Susan M. Veresh, a SHHS board member, has interviewed the families and compiled each of the interviews that have been printed. The Bedolla family story is told this week.

BEDOLLA FAMILY

Arriving in the early 1940s in Rutherford, Pedro “Pete” Bedolla used the government’s Bracero Program to assist the labor camps for the Christian Brothers Winery and Beaulieu. He was a native of Mexico and came to the U.S. in 1926. His wife Julia Diaz was born April 12, 1905 at Silao Leon Guanajuato, Mexico and moved to the U.S. with her relatives at age 12. Pete and Julia married in 1929 in Riverside.

Julia and Pete had five children: sons LiBrado (Lee) and Joseph, and daughters Rosa, Ramona and Amador, 10 grandchildren and 22 great-grandchildren.

Though the family started out in the Los Angeles area, when racial riots broke out there, the family moved north to Rutherford.

During the Bracero era, Pete crossed paths with folks like Christian Brothers’ Brother Timothy, and Chuck Wagner and his father Charlie of Caymus Vineyards. Pete’s son Lee and some others saved Charlie’s life when they managed to rescue him by lifting a large tree that had fallen on him. Their friendship was such that Charlie was a frequent visitor to the family home.

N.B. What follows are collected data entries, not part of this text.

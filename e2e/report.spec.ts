import { execFileSync } from "node:child_process";
import fs from "node:fs";
import os from "node:os";
import path from "node:path";
import { expect, test, type Page } from "@playwright/test";

/** Page object for a test's report page (draft editing, signing, PDF). */
class ReportPage {
  constructor(private readonly page: Page) {}

  /** Open the invented demo case from the register and go to its report; returns the test id. */
  /** Open the report of the invented demo case whose register label matches. */
  async openDemoReportByLabel(label: RegExp): Promise<number> {
    await this.page.goto("/");
    await this.page.getByRole("link", { name: label }).click();
    await this.page.waitForURL(/\/tests\/\d+$/);
    const id = Number(/\/tests\/(\d+)/.exec(this.page.url())![1]);
    await this.page.goto(`/tests/${id}/report`);
    await this.ready();
    return id;
  }

  async openDemoReport(): Promise<number> {
    await this.page.goto("/");
    await this.page
      .getByRole("link", { name: /Demo \(invented\)/ })
      .first()
      .click();
    await this.page.waitForURL(/\/tests\/\d+$/);
    const id = Number(/\/tests\/(\d+)/.exec(this.page.url())![1]);
    await this.page.goto(`/tests/${id}/report`);
    await this.ready();
    return id;
  }

  /** Wait until the editor has hydrated: text filled in before that can land beside the server text, not in place of it. */
  async ready() {
    await expect(this.page.getByTestId("draft-workspace")).toHaveAttribute("data-ready", "true");
  }

  section(id: string) {
    return this.page.getByTestId(`section-${id}`);
  }

  async saveDraft() {
    await this.page.getByTestId("draft-save").click();
  }

  /**
   * Sign as a reviewer. The tests share one database, so a demo report another test signed makes this draft an
   * amendment: then `reason` (or, when none is given, a set-up reason) fills the field the form asks for.
   */
  async sign(name: string, attest = true, reason?: string) {
    await this.page.getByTestId("signer").fill(name);
    if (attest) await this.page.getByTestId("attest").check();
    const field = this.page.getByTestId("amendment-reason");
    if (reason !== undefined) await field.fill(reason);
    else if (await field.isVisible()) await field.fill("Signed again by an end-to-end test (e2e set-up).");
    await this.page.getByTestId("sign-submit").click();
  }
}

The labor camp where the brothers worked on Silverado Trail was later used in the film This Earth is Mine,” as the home for one of the characters in the film.

Son Lee decided that he was also uncomfortable living in L.A., but he didn’t want to leave future wife Angela “Angie” behind, so he “kidnapped” her and came north to help his dad at the camps. Even though her cousin tried to talk her out of it, she climbed out of her cousin’s window to escape. As there were 10 children in her family, it took a while for the parents to notice.

Angie and Lee had three daughters — Julie, Chris and Veronica — and one son, Erick. While living in Rutherford, there was an old bar called the “Old Oaken Bucket” on the southeast corner of Highway 29 and Rutherford Road – when the school bus was coming, the owner and barkeep Marie would come outside to escort the kids across the road.

Both Angie and Lee contributed to the wine industry with mom at the winery at Beaulieu and dad was in vineyard management and then later when André Tchelistcheff and Mike Grgich set up their own wineries, he worked right alongside them.

Angie Bedolla began working at the Beaulieu Winery and she apprenticed later under Hans Kornell and later under Madame de Pins, a daughter of Georges de Latour, the founder of Beaulieu where she learned the authentic French champagne “hands-on” methods. After Georges died, she took over and continued for many years at Beaulieu, later transferring to the same winery as Lee across Highway 29 alongside Tchelistcheff and Grgich.

Pete and Julia’s daughter Rose “Rosie” worked for the family who owned the Tripoli Family Market – the site where Dean & DeLuca now stands. During the period when several Hollywood films were being made here, she was one of the infamous clerks in the market, and through that checkout line met such illustrious actors as Rock Hudson, Rod Steiger, Richard Egan and many others. She once met Elvis Presley in a vineyard!

Son Lee was friends since childhood with Tim Mondavi and Stephen Taplin, and the story is that the trio would get on the conveyor belts at the winery and play on them … some went downhill so it was great fun!

Daughter Chris met future husband Fred Fabre while both attended Robert Louis Stevenson Middle School in the ’60s. His father was an international captain with TWA and they moved from San Francisco to the Oakville area in 1964.

School chum Dee McFarland (of the Lincoln family, also participating on Saturday), and Chris pulled a prank on newly arrived Fred and stole his jacket to flirt with him.

Chris and Fred became sweethearts in high school and married several years later. They have two children, son Ian, born in 1980, who is a graphic artist working at the Lawrence Livermore Lab; and daughter Tessa, born in 1985, who is a logistics manager for the startup company CAMP. She and her husband are expecting their first child at the end of May.